The limitation of the statute is two years. Since the petition was filed nearly four years after the cause of action accrued, the action can be maintained, if at all, by reason of the provisions of section 11017, Code, 1939, which provides as follows:

“If, after the commencement of an action, the plaintiff, for any cause except negligence in its prosecution, fails therein, and a new one is brought within six months thereafter, the second shall, for the purposes herein contemplated, be held a continuation of the first. ’ ’

The action in the district court of Muscatine county was commenced in December 1936. It was timely. The dismissal of that action became final August 15, 1940. This action was commenced four days later. That was also timely if the first action failed “for any cause except negligence in its prosecution.” Does the petition meet this requirement?

The petition originally alleged, “That this plaintiff has not been guilty of any negligence in the prosecution of said cause of action or in the filing of the present cause of action.” Defendant contends that this is a mere conclusion and not sufficient, relying upon our statements in Taylor v.
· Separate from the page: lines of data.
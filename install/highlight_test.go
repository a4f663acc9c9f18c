package install

import (
	"encoding/json"
	"os"
	"os/exec"
	"path/filepath"
	"reflect"
	"strings"
	"testing"
)

// Debian's classic notebook ships CodeMirror 5 with its runmode for node,
// which runs a mode without a browser.
const runmodeNode = "/usr/lib/python3/dist-packages/notebook/static/components/codemirror/addon/runmode/runmode.node.js"

// TestKernelJSTokens runs the mode that kernel.js defines over a few lines
// and checks the class of every token.
func TestKernelJSTokens(t *testing.T) {
	node, err := exec.LookPath("node")
	if err != nil {
		skipUnlessCI(t, "node is not installed")
	}
	if _, err := os.Stat(runmodeNode); err != nil {
		skipUnlessCI(t, "the classic notebook's CodeMirror is not installed")
	}
	js := filepath.Join(t.TempDir(), "kernel.js")
	w := Words{Keywords: []string{"and", "by", "where"}, Builtins: []string{"exp", "interval", "print"}, Constants: []string{"pi", "true"}}
	if err := os.WriteFile(js, []byte(KernelJS(w)), 0o644); err != nil {
		t.Fatal(err)
	}
	src := `f(x, t=0.1) = exp(-pi * t) * x  # decay
print("a\"b", 2.5e-3i); f(1)
g = interval(0, 1, 11, ends="neumann")
u = [1, 2] where (a = 1 .. 3 by 1)
exp == true and x -> x ↦ y
`
	cmd := exec.Command(node, "testdata/tokens.js", runmodeNode, js)
	cmd.Stdin = strings.NewReader(src)
	out, err := cmd.Output()
	if err != nil {
		t.Fatalf("node: %v\n%s", err, out)
	}
	var got [][2]*string
	if err := json.Unmarshal(out, &got); err != nil {
		t.Fatalf("%v: %s", err, out)
	}
	var pairs []string
	for _, p := range got {
		style := "-"
		if p[1] != nil {
			style = *p[1]
		}
		pairs = append(pairs, *p[0]+" "+style)
	}
	want := strings.Fields(`f def ( bracket x variable , - t attribute = operator 0.1 number ) bracket = operator
		exp builtin ( bracket - operator pi atom * operator t variable ) bracket * operator x variable`)
	var w2 []string
	for i := 0; i+1 < len(want); i += 2 {
		w2 = append(w2, want[i]+" "+want[i+1])
	}
	w2 = append(w2, "# decay comment")
	rest := strings.Fields(`print builtin ( bracket - - , - 2.5e-3i number ) bracket ; - f variable ( bracket 1 number ) bracket
		g def = operator interval builtin ( bracket 0 number , - 1 number , - 11 number , - ends attribute = operator
		"neumann" string ) bracket u def = operator [ bracket 1 number , - 2 number ] bracket where keyword ( bracket
		a attribute = operator 1 number .. operator 3 number by keyword 1 number ) bracket
		exp variable == operator true atom and keyword x variable -> operator x variable ↦ operator y variable`)
	for i := 0; i+1 < len(rest); i += 2 {
		w2 = append(w2, rest[i]+" "+rest[i+1])
	}
	w2[len(want)/2+3] = `"a\"b" string` // the string token (spaces-free, so written here)
	if !reflect.DeepEqual(pairs, w2) {
		t.Errorf("tokens:\n got  %q\n want %q", pairs, w2)
	}
}

func skipUnlessCI(t *testing.T, why string) {
	t.Helper()
	if os.Getenv("CI") == "true" {
		t.Fatal(why)
	}
	t.Skip(why)
}

// KernelJS carries every word it is given, and Install writes it.
func TestKernelJSWords(t *testing.T) {
	w := Words{Keywords: []string{"with"}, Builtins: []string{"propagate", "zeta"}, Constants: []string{"nan"}}
	js := KernelJS(w)
	for _, s := range []string{`["with"]`, `["propagate","zeta"]`, `["nan"]`, `CodeMirror.defineMode("semiflow"`, `defineMIME("text/x-semiflow"`} {
		if !strings.Contains(js, s) {
			t.Errorf("kernel.js lacks %s", s)
		}
	}
	dir, err := Install(Options{Scope: Prefix, Prefix: t.TempDir(), Executable: "/bin/true", Words: w})
	if err != nil {
		t.Fatal(err)
	}
	b, err := os.ReadFile(filepath.Join(dir, "kernel.js"))
	if err != nil || string(b) != js {
		t.Errorf("installed kernel.js differs (%v)", err)
	}
}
Chicago, R. I. & P. R. Co., 208 Iowa 1396, 1399, 1400, 227 N. W. 407, 408, to wit:

‘ ‘ The plaintiff had the burden of alleging and proving facts sufficient to show freedom from negligence in the prosecution of the first action, in order to come within the purview of the provisions of Section 11017. * * * In the ease at bar, the record is barren of any facts tending to show that plaintiff was not negligent in the prosecution of the first action, and the statement in the petition that said dismissal was not made ‘on account of negligence in the prosecution thereof’ is a mere conclusion. ’ ’

*1368 The foregoing statement is dictum because it is followed immediately by the statement:

‘ ‘ However, it may be said, in passing, that the pleading and absence of proof are not determinative of the proposition relied upon by plaintiff.”
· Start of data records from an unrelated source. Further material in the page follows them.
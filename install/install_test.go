package install

import (
	"bytes"
	"encoding/json"
	"encoding/xml"
	"errors"
	"image/png"
	"os"
	"path/filepath"
	"testing"
)

func env(m map[string]string) func(string) string {
	return func(k string) string { return m[k] }
}

func TestDataDir(t *testing.T) {
	cases := []struct {
		o    Options
		want string
	}{
		{Options{Scope: User, Env: env(map[string]string{"HOME": "/h"})}, "/h/.local/share/jupyter"},
		{Options{Scope: User, Env: env(map[string]string{"HOME": "/h", "XDG_DATA_HOME": "/x"})}, "/x/jupyter"},
		{Options{Scope: User, Env: env(map[string]string{"HOME": "/h", "JUPYTER_DATA_DIR": "/j"})}, "/j"},
		{Options{Scope: SysPrefix, Env: env(nil)}, "/usr/local/share/jupyter"},
		{Options{Scope: SysPrefix, Env: env(map[string]string{"VIRTUAL_ENV": "/venv"})}, "/venv/share/jupyter"},
		{Options{Scope: Prefix, Prefix: "/opt/p", Env: env(map[string]string{"JUPYTER_DATA_DIR": "/j"})}, "/opt/p/share/jupyter"},
	}
	for _, c := range cases {
		got, err := DataDir(c.o)
		if err != nil || got != c.want {
			t.Errorf("DataDir(%+v) = %q, %v; want %q", c.o.Scope, got, err, c.want)
		}
	}
	if _, err := DataDir(Options{Name: "a b"}); !errors.Is(err, ErrName) {
		t.Errorf("bad name: %v", err)
	}
}

func TestInstallUninstall(t *testing.T) {
	data := t.TempDir()
	o := Options{Executable: "/opt/semiflow/bin/semiflow", Env: env(map[string]string{"JUPYTER_DATA_DIR": data})}
	dir, err := Install(o)
	if err != nil {
		t.Fatal(err)
	}
	if dir != filepath.Join(data, "kernels", "semiflow") {
		t.Errorf("dir = %s", dir)
	}
	b, err := os.ReadFile(filepath.Join(dir, "kernel.json"))
	if err != nil {
		t.Fatal(err)
	}
	var s Spec
	if err := json.Unmarshal(b, &s); err != nil {
		t.Fatal(err)
	}
	// Kernelspec fields as the Jupyter client documentation defines them.
	if len(s.Argv) != 3 || s.Argv[0] != "/opt/semiflow/bin/semiflow" || s.Argv[1] != "kernel" || s.Argv[2] != "{connection_file}" ||
		s.DisplayName != "Semiflow" || s.Language != "semiflow" || s.InterruptMode != "message" || s.Metadata == nil {
		t.Errorf("kernel.json = %s", b)
	}
	for name, n := range map[string]int{"logo-32x32.png": 32, "logo-64x64.png": 64} {
		f, err := os.Open(filepath.Join(dir, name))
		if err != nil {
			t.Fatal(err)
		}
		img, err := png.Decode(f)
		f.Close()
		if err != nil {
			t.Fatalf("%s: %v", name, err)
		}
		if r := img.Bounds(); r.Dx() != n || r.Dy() != n {
			t.Errorf("%s is %v", name, r)
		}
		// Transparent corner, opaque centre.
		if _, _, _, a := img.At(0, 0).RGBA(); a != 0 {
			t.Errorf("%s: corner alpha %d", name, a)
		}
		if _, _, _, a := img.At(n/2, n/4).RGBA(); a != 0xffff {
			t.Errorf("%s: centre alpha %d", name, a)
		}
	}
	svg, _ := os.ReadFile(filepath.Join(dir, "logo-svg.svg"))
	dec := xml.NewDecoder(bytes.NewReader(svg))
	for {
		if _, err := dec.Token(); err != nil {
			if err.Error() != "EOF" {
				t.Errorf("logo-svg.svg is not well-formed XML: %v", err)
			}
			break
		}
	}

	// Another language's kernelspec under the same name is not removed.
	other := filepath.Join(t.TempDir(), "kernels", "semiflow")
	os.MkdirAll(other, 0o755)
	os.WriteFile(filepath.Join(other, "kernel.json"), []byte(`{"language":"other"}`), 0o644)

	// Uninstall finds the spec through JUPYTER_PATH.
	u := Options{Env: env(map[string]string{"JUPYTER_PATH": filepath.Dir(filepath.Dir(other)) + string(os.PathListSeparator) + data, "HOME": t.TempDir()})}
	removed, err := Uninstall(u)
	if err != nil || len(removed) != 1 || removed[0] != dir {
		t.Fatalf("Uninstall = %v, %v", removed, err)
	}
	if _, err := os.Stat(dir); !os.IsNotExist(err) {
		t.Error("kernelspec still there")
	}
	if _, err := os.Stat(filepath.Join(other, "kernel.json")); err != nil {
		t.Error("another language's kernelspec was removed")
	}
	if _, err := Uninstall(u); !errors.Is(err, ErrNotFound) {
		t.Errorf("second uninstall: %v", err)
	}
}

func TestInstallPrefixAndName(t *testing.T) {
	p := t.TempDir()
	dir, err := Install(Options{Scope: Prefix, Prefix: p, Name: "semiflow-dev", Executable: "/bin/true", Env: env(nil)})
	if err != nil {
		t.Fatal(err)
	}
	if want := filepath.Join(p, "share", "jupyter", "kernels", "semiflow-dev"); dir != want {
		t.Errorf("dir = %s, want %s", dir, want)
	}
	if _, err := Install(Options{Name: "../evil", Env: env(map[string]string{"JUPYTER_DATA_DIR": p})}); !errors.Is(err, ErrName) {
		t.Errorf("path-escaping name accepted: %v", err)
	}
}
Thus we are now faced' with the contention that this dictum should be applied by us to the effect that the allegations, “That this plaintiff has not been guilty of any negligence in the prosecution of said cause of action or in the filing of the present cause of action”, must be ignored in determining whether plaintiff may claim the benefit of section 11017.

In determining this question, we must consider the situation of the parties. When the defendant’s demurrer was sustained, plaintiff was faced with the necessity of making an election. If she desired to appeal, it was necessary to stand on the ruling. Otherwise, she had 15 days to plead over. Were she to attempt to amend her petition, the only type of amendment that would avoid the ground of the demurrer which had been sustained would contain allegations similar to those which the court had previously stricken. The ground of the motion to strike was that the allegations were immaterial, surplusage, and anticipatory. Assuming that the court would adhere to its former position, the filing of such an amendment would provoke another motion to strike and a ruling thereon, favorable to defendant.